● **What you are asked to do**: Below is a listing; reproduce exactly its lines from the one containing "is entered as" to its last line, both ends kept, and no other lines.

--- Provided records ---

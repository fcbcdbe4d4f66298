"""Burden tables with rates, population, groups and life expectancy
(``[burden] table``, ``rate_per``, ``method``).

A row gives its cases N directly or as a population P and a rate r per
``rate_per`` people per year, N = P r / rate_per (the definition of a crude
rate, common practice). The expected cases below are products worked by
hand, written beside each check. Every table here is invented.
"""

from __future__ import annotations

import json
import math
import textwrap
from pathlib import Path

import numpy as np
import pytest

from doseattr.analysis.burden_table import BurdenTable, read_burden
from doseattr.analysis.config import analysis_from_dict, load_analysis
from doseattr.analysis.pipeline import run_analysis
from doseattr.cli import main
from doseattr.errors import InputError


def _read(tmp_path: Path, text: str, **kwargs) -> BurdenTable:
    path = tmp_path / "strata.csv"
    path.write_text(textwrap.dedent(text))
    return read_burden(path, "strata.csv", **kwargs)


# -- reading each column combination ---------------------------------------------------
def test_cases_only_keeps_todays_table(tmp_path):
    t = _read(tmp_path, "stratum,cases\nNorth,120\nSouth,80\n")
    assert t.strata == ("North", "South")
    np.testing.assert_array_equal(t.cases, [120.0, 80.0])
    assert t.population is None and t.rates is None and t.groups is None
    assert t.life_expectancy is None
    assert t.rate_per == 100000.0 and t.lines == (2, 3)
    assert t.label(1) == "South"


def test_population_and_rate_per_100000_by_default(tmp_path):
    # by hand: 250000 x 12.5 / 100000 = 31.25; 40000 x 300 / 100000 = 120
    t = _read(tmp_path, "stratum,population,rate\nNorth,250000,12.5\nSouth,40000,300\n")
    np.testing.assert_allclose(t.cases, [31.25, 120.0], rtol=1e-15)
    np.testing.assert_array_equal(t.rates, [12.5, 300.0])
    np.testing.assert_array_equal(t.population, [250000.0, 40000.0])
    assert t.rate_per == 100000.0


def test_population_and_rate_per_1000(tmp_path):
    # by hand: 8000 x 2.5 / 1000 = 20; 1500 x 14 / 1000 = 21
    t = _read(tmp_path, "stratum,population,rate\nNorth,8000,2.5\nSouth,1500,14\n",
              rate_per=1000.0)
    np.testing.assert_allclose(t.cases, [20.0, 21.0], rtol=1e-15)
    assert t.rate_per == 1000.0


def test_cases_and_rates_mixed_row_by_row(tmp_path):
    # by hand: South 60000 x 50 / 100000 = 30; North keeps its 120 cases
    t = _read(tmp_path, "stratum,cases,population,rate\nNorth,120,90000,\nSouth,,60000,50\n")
    np.testing.assert_allclose(t.cases, [120.0, 30.0], rtol=1e-15)
    assert math.isnan(t.rates[0]) and t.rates[1] == 50.0
    np.testing.assert_array_equal(t.population, [90000.0, 60000.0])


def test_cases_with_an_empty_rate_column_need_no_population(tmp_path):
    t = _read(tmp_path, "stratum,cases,rate\nNorth,12,\nSouth,4,\n")
    np.testing.assert_array_equal(t.cases, [12.0, 4.0])
    assert np.isnan(t.rates).all() and t.population is None


def test_groups_life_expectancy_and_own_exposure(tmp_path):
    # by hand: 20000 x 900 / 100000 = 180; 5000 x 4000 / 100000 = 200
    t = _read(tmp_path, """\
        stratum,group,population,rate,life_expectancy,gm,gsd
        North,65-74,20000,900,15.5,,
        North,75+,5000,4000,8.25,12,2.5
        South,65-74,18000,,17,,
    """.replace("18000,,17", "18000,1000,17"))
    # by hand: 18000 x 1000 / 100000 = 180
    np.testing.assert_allclose(t.cases, [180.0, 200.0, 180.0], rtol=1e-15)
    assert t.strata == ("North", "North", "South")
    assert t.groups == ("65-74", "75+", "65-74")
    np.testing.assert_array_equal(t.life_expectancy, [15.5, 8.25, 17.0])
    assert t.exposure == (None, {"gm": 12.0, "gsd": 2.5}, None)
    assert [t.label(i) for i in range(3)] == ["North, 65-74", "North, 75+", "South, 65-74"]


def test_product_beyond_the_float_range_before_division(tmp_path):
    """P r = 1e350 overflows, P r / rate_per = 1e150 does not: the row is
    kept with N = P (r / rate_per) (by hand: 1e200 x 1e150 / 1e200)."""
    t = _read(tmp_path, "stratum,population,rate\nA,1e200,1e150\nB,10,1\n", rate_per=1e200)
    np.testing.assert_allclose(t.cases[0], 1e150, rtol=1e-14)


# -- subset and label ---------------------------------------------------------------------
def test_subset_slices_every_row_field_in_the_order_asked(tmp_path):
    t = _read(tmp_path, """\
        stratum,group,cases,population,rate,life_expectancy,gm,gsd
        North,young,,1000,20,50,,
        North,old,7,800,,10,9,2
        South,young,3,900,,52,,
    """, rate_per=1000.0)
    s = t.subset([2, 0])
    assert s.strata == ("South", "North") and s.groups == ("young", "young")
    # by hand: North, young 1000 x 20 / 1000 = 20
    np.testing.assert_allclose(s.cases, [3.0, 20.0], rtol=1e-15)
    np.testing.assert_array_equal(s.population, [900.0, 1000.0])
    assert math.isnan(s.rates[0]) and s.rates[1] == 20.0
    np.testing.assert_array_equal(s.life_expectancy, [52.0, 50.0])
    assert s.exposure == (None, None) and s.lines == (4, 2)
    assert s.source == t.source and s.rate_per == 1000.0
    assert s.label(0) == "South, young"
    one = t.subset([1])
    assert one.label(0) == "North, old" and one.exposure == ({"gm": 9.0, "gsd": 2.0},)
    assert t.subset([]).cases.shape == (0,)


def test_subset_of_a_plain_table_keeps_the_missing_fields_missing():
    t = BurdenTable("x.csv", ("A", "B", "C"), np.array([1.0, 2.0, 3.0]), None,
                    (None, None, None))
    s = t.subset([1, 1])
    assert s.strata == ("B", "B") and s.population is None and s.groups is None
    assert s.rates is None and s.life_expectancy is None and s.lines == ()
    np.testing.assert_array_equal(s.cases, [2.0, 2.0])
    assert s.label(0) == "B"


# -- bad input through read_burden -------------------------------------------------------
RATES = "stratum,group,cases,population,rate,life_expectancy\n" \
        "North,young,,1000,20,50\nNorth,old,7,800,,10\nSouth,young,3,900,,52\n"

BAD = {
    "rate below zero": (RATES.replace("1000,20,", "1000,-2,"), {},
                        "row 2, column 'rate'", "rate must be 0 or more"),
    "population of zero with a rate": (RATES.replace("1000,20", "0,20"), {},
                                       "row 2, column 'population'", "above 0 for its rate"),
    "population below zero with a rate": (RATES.replace("1000,20", "-5,20"), {},
                                          "row 2, column 'population'", "above 0"),
    "both cases and rate": (RATES.replace(",,1000,20,", ",4,1000,20,"), {},
                            "row 2, column 'rate'", "fill one of them"),
    "neither cases nor rate": (RATES.replace("7,800,,", ",800,,"), {},
                               "row 3, column 'cases'", "give this row's cases, or its rate"),
    "empty cases without a rate column": ("stratum,cases\nA,4\nB,\n", {},
                                          "row 3, column 'cases'", "give this row's cases"),
    "rate without a population column": ("stratum,rate\nA,4\nB,5\n", {},
                                         "row 2, column 'rate'", "add a population column"),
    "rate without a population value": (RATES.replace("1000,20", ",20"), {},
                                        "row 2, column 'population'", "empty population"),
    "population missing on a cases row": (RATES.replace("7,800", "7,"), {},
                                          "row 3, column 'population'", "empty population"),
    "life expectancy below 0": (RATES.replace(",10\n", ",-1\n"), {},
                                "row 3, column 'life_expectancy'", "between 0 and 120"),
    "life expectancy above 120": (RATES.replace(",52\n", ",121\n"), {},
                                  "row 4, column 'life_expectancy'", "between 0 and 120"),
    "life expectancy missing": (RATES.replace(",52\n", ",\n"), {},
                                "row 4, column 'life_expectancy'", "empty life expectancy"),
    "empty group": (RATES.replace("North,old", "North,"), {},
                    "row 3, column 'group'", "empty group"),
    "duplicate stratum and group": (RATES.replace("South,young", "North,young"), {},
                                    "row 4, column 'group'", "(rows 2 and 4)"),
    "duplicate stratum without groups": ("stratum,cases\nA,1\nB,2\nA,3\n", {},
                                         "row 4, column 'stratum'", "also row 2"),
    "rate not a number": (RATES.replace("1000,20", "1000,high"), {},
                          "row 2, column 'rate'", "text 'high' where a number belongs"),
    "population not a number": (RATES.replace("1000,20", "1 000,20"), {},
                                "row 2, column 'population'", "where a number belongs"),
    "life expectancy not a number": (RATES.replace(",50\n", ",fifty\n"), {},
                                     "row 2, column 'life_expectancy'", "where a number"),
    "cases not a number": (RATES.replace("7,800", "7.5.1,800"), {},
                           "row 3, column 'cases'", "where a number belongs"),
    "rate infinite": (RATES.replace("1000,20", "1000,inf"), {},
                      "row 2, column 'rate'", "not a finite number"),
    "all rates and cases zero": ("stratum,population,rate\nA,100,0\nB,200,0\n", {},
                                 "column 'rate'", "every stratum has 0 cases"),
    "population x rate past the float range": (
        "stratum,population,rate\nA,1e300,1e300\n", {"rate_per": 1e-10},
        "row 2, column 'rate'", "beyond the float range"),
    "population x rate whose square overflows": (
        "stratum,population,rate\nA,1e200,1e100\n", {}, "row 2, column 'rate'", "1.34e+154"),
    "population x rate below the smallest float": (
        "stratum,population,rate\nA,1e-200,1e-200\nB,10,10\n", {}, "row 2, column 'rate'",
        "below the smallest float"),
    "no cases and no rate column": ("stratum,population\nA,100\n", {}, "column 'cases'",
                                    "stratum, population and rate"),
    "cases rate per rate_per overflows": ("stratum,cases,population\nA,1e150,1e-200\n", {},
                                          "row 2, column 'population'", "rate per 100000"),
}


@pytest.mark.parametrize("text, kwargs, where, says", list(BAD.values()), ids=list(BAD))
def test_bad_burden_table(tmp_path, text, kwargs, where, says):
    with pytest.raises(InputError) as info:
        _read(tmp_path, text, **kwargs)
    line = info.value.line()
    assert "\n" not in line
    assert line.startswith(f"strata.csv: {where}: "), line
    assert says in line, line


# -- [burden] keys -------------------------------------------------------------------------
def _analysis(tmp_path, burden: dict, table: str = "stratum,population,rate\nA,1000,5\n",
              outcome: bool = False, exposure: dict | None = None):
    (tmp_path / "strata.csv").write_text(table)
    curve = {"model": "linear", "err": 0.05, "beyond": "extend"}
    d = {"unit": "ug/m3", "exposure": exposure or {"gm": 8.0, "gsd": 2.0}}
    if outcome:
        d["outcome"] = [{"name": "deaths", "curve": curve, "burden": burden}]
    else:
        d.update(curve=curve, burden=burden)
    return analysis_from_dict(d, base_dir=tmp_path)


def test_burden_keys_are_stored_with_their_defaults(tmp_path):
    a = _analysis(tmp_path, {"table": "strata.csv"})
    assert a.burden.method == "paf" and a.burden.rate_per == 100000.0
    np.testing.assert_allclose(a.burden.table.cases, [0.05])  # by hand: 1000 x 5 / 100000
    b = _analysis(tmp_path, {"table": "strata.csv", "rate_per": 1000,
                             "method": "impact-function"})
    assert b.burden.method == "impact-function" and b.burden.rate_per == 1000.0
    assert b.burden.table.rate_per == 1000.0
    np.testing.assert_allclose(b.burden.table.cases, [5.0])  # by hand: 1000 x 5 / 1000
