"""Monte Carlo intervals wired through the analysis layer ([uncertainty])."""

from __future__ import annotations

import json
import math

import numpy as np
import pytest
from scipy import stats

from doseattr.analysis.config import analysis_from_dict
from doseattr.analysis.pipeline import run_analysis
from doseattr.errors import InputError

K, T, RR, CI, PER = 2.5, 6.0, 1.25, (1.10, 1.42), 10.0


def _case(draws=4000, seed=11, **extra):
    return {"unit": "ug/m3",
            "curve": {"model": "log-linear", "rr": RR, "per": PER, "ci": list(CI),
                      "beyond": "extend"},
            "exposure": {"family": "gamma", "shape": K, "scale": T},
            "uncertainty": {"draws": draws, "seed": seed}, **extra}


def _paf(b):
    """Gamma MGF closed form (see test_analysis_pipeline): 1 - (1 - b t)^k."""
    return 1 - (1 - b * T) ** K


def test_interval_matches_the_coefficient_percentiles():
    r"""Only the curve coefficient varies (the exposure is entered as
    numbers, the minimum-risk level is fixed), and the PAF
    :math:`1 - (1 - bt)^k` increases with b, so the PAF's 2.5th and 97.5th
    percentiles are the PAF at b's own: :math:`\hat b \pm z_{0.975}\,se`
    with :math:`se = (\ln hi - \ln lo)/(2 z_{0.975})/per` (the normal
    approximation the curve's CI implies).

    Monte Carlo error: the sample 2.5% quantile of D normal draws has
    standard error :math:`\sqrt{p(1-p)/D}/\varphi(z_p)` standard deviations
    (asymptotic quantile variance), 0.042 sd for D = 4000; the check allows
    5 of those.
    """
    r = run_analysis(analysis_from_dict(_case()))
    z = stats.norm.ppf(0.975)
    b = math.log(RR) / PER
    se = (math.log(CI[1]) - math.log(CI[0])) / (2 * z) / PER
    tol = 5 * math.sqrt(0.025 * 0.975 / 4000) / stats.norm.pdf(z)
    assert _paf(b + (-z - tol) * se) < r.paf.lower < _paf(b + (-z + tol) * se)
    assert _paf(b + (z - tol) * se) < r.paf.upper < _paf(b + (z + tol) * se)
    np.testing.assert_allclose(r.paf.estimate, _paf(b), rtol=1e-8)
    assert r.paf.mcse is not None and 0 < r.paf.mcse < 0.01


def test_same_seed_same_output_and_another_seed_differs():
    one = json.dumps(run_analysis(analysis_from_dict(_case(draws=300))).to_dict())
    two = json.dumps(run_analysis(analysis_from_dict(_case(draws=300))).to_dict())
    other = json.dumps(run_analysis(analysis_from_dict(_case(draws=300, seed=12))).to_dict())
    assert one == two and one != other


def test_scenarios_get_intervals():
    r = run_analysis(analysis_from_dict(_case(draws=300, scenario=[{"name": "cap", "cap": 8}])))
    pif = r.to_dict()["scenarios"][0]["pif"]
    assert pif["lower"] < pif["estimate"] < pif["upper"]
    assert r.propagation.pif["cap"].shape == (1, 300)


@pytest.mark.parametrize("draws, message", [(50, "at least 100"),
                                            (10**6, "allow_many_draws = true")])
def test_draws_out_of_range(draws, message):
    with pytest.raises(InputError, match=rf"\[uncertainty\] key 'draws'.*{message}"):
        analysis_from_dict(_case(draws=draws))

---

● **Solution to the exercise**:
    r"""Only the curve coefficient varies (the exposure is entered as
    numbers, the minimum-risk level is fixed), and the PAF
    :math:`1 - (1 - bt)^k` increases with b, so the PAF's 2.5th and 97.5th
    percentiles are the PAF at b's own: :math:`\hat b \pm z_{0.975}\,se`
    with :math:`se = (\ln hi - \ln lo)/(2 z_{0.975})/per` (the normal
    approximation the curve's CI implies).

    Monte Carlo error: the sample 2.5% quantile of D normal draws has
    standard error :math:`\sqrt{p(1-p)/D}/\varphi(z_p)` standard deviations
    (asymptotic quantile variance), 0.042 sd for D = 4000; the check allows
    5 of those.
    """
    r = run_analysis(analysis_from_dict(_case()))
    z = stats.norm.ppf(0.975)
    b = math.log(RR) / PER
    se = (math.log(CI[1]) - math.log(CI[0])) / (2 * z) / PER
    tol = 5 * math.sqrt(0.025 * 0.975 / 4000) / stats.norm.pdf(z)
    assert _paf(b + (-z - tol) * se) < r.paf.lower < _paf(b + (-z + tol) * se)
    assert _paf(b + (z - tol) * se) < r.paf.upper < _paf(b + (z + tol) * se)
    np.testing.assert_allclose(r.paf.estimate, _paf(b), rtol=1e-8)
    assert r.paf.mcse is not None and 0 < r.paf.mcse < 0.01


def test_same_seed_same_output_and_another_seed_differs():
    one = json.dumps(run_analysis(analysis_from_dict(_case(draws=300))).to_dict())
    two = json.dumps(run_analysis(analysis_from_dict(_case(draws=300))).to_dict())
    other = json.dumps(run_analysis(analysis_from_dict(_case(draws=300, seed=12))).to_dict())
    assert one == two and one != other


def test_scenarios_get_intervals():
    r = run_analysis(analysis_from_dict(_case(draws=300, scenario=[{"name": "cap", "cap": 8}])))
    pif = r.to_dict()["scenarios"][0]["pif"]
    assert pif["lower"] < pif["estimate"] < pif["upper"]
    assert r.propagation.pif["cap"].shape == (1, 300)


@pytest.mark.parametrize("draws, message", [(50, "at least 100"),
                                            (10**6, "allow_many_draws = true")])
def test_draws_out_of_range(draws, message):
    with pytest.raises(InputError, match=rf"\[uncertainty\] key 'draws'.*{message}"):
        analysis_from_dict(_case(draws=draws))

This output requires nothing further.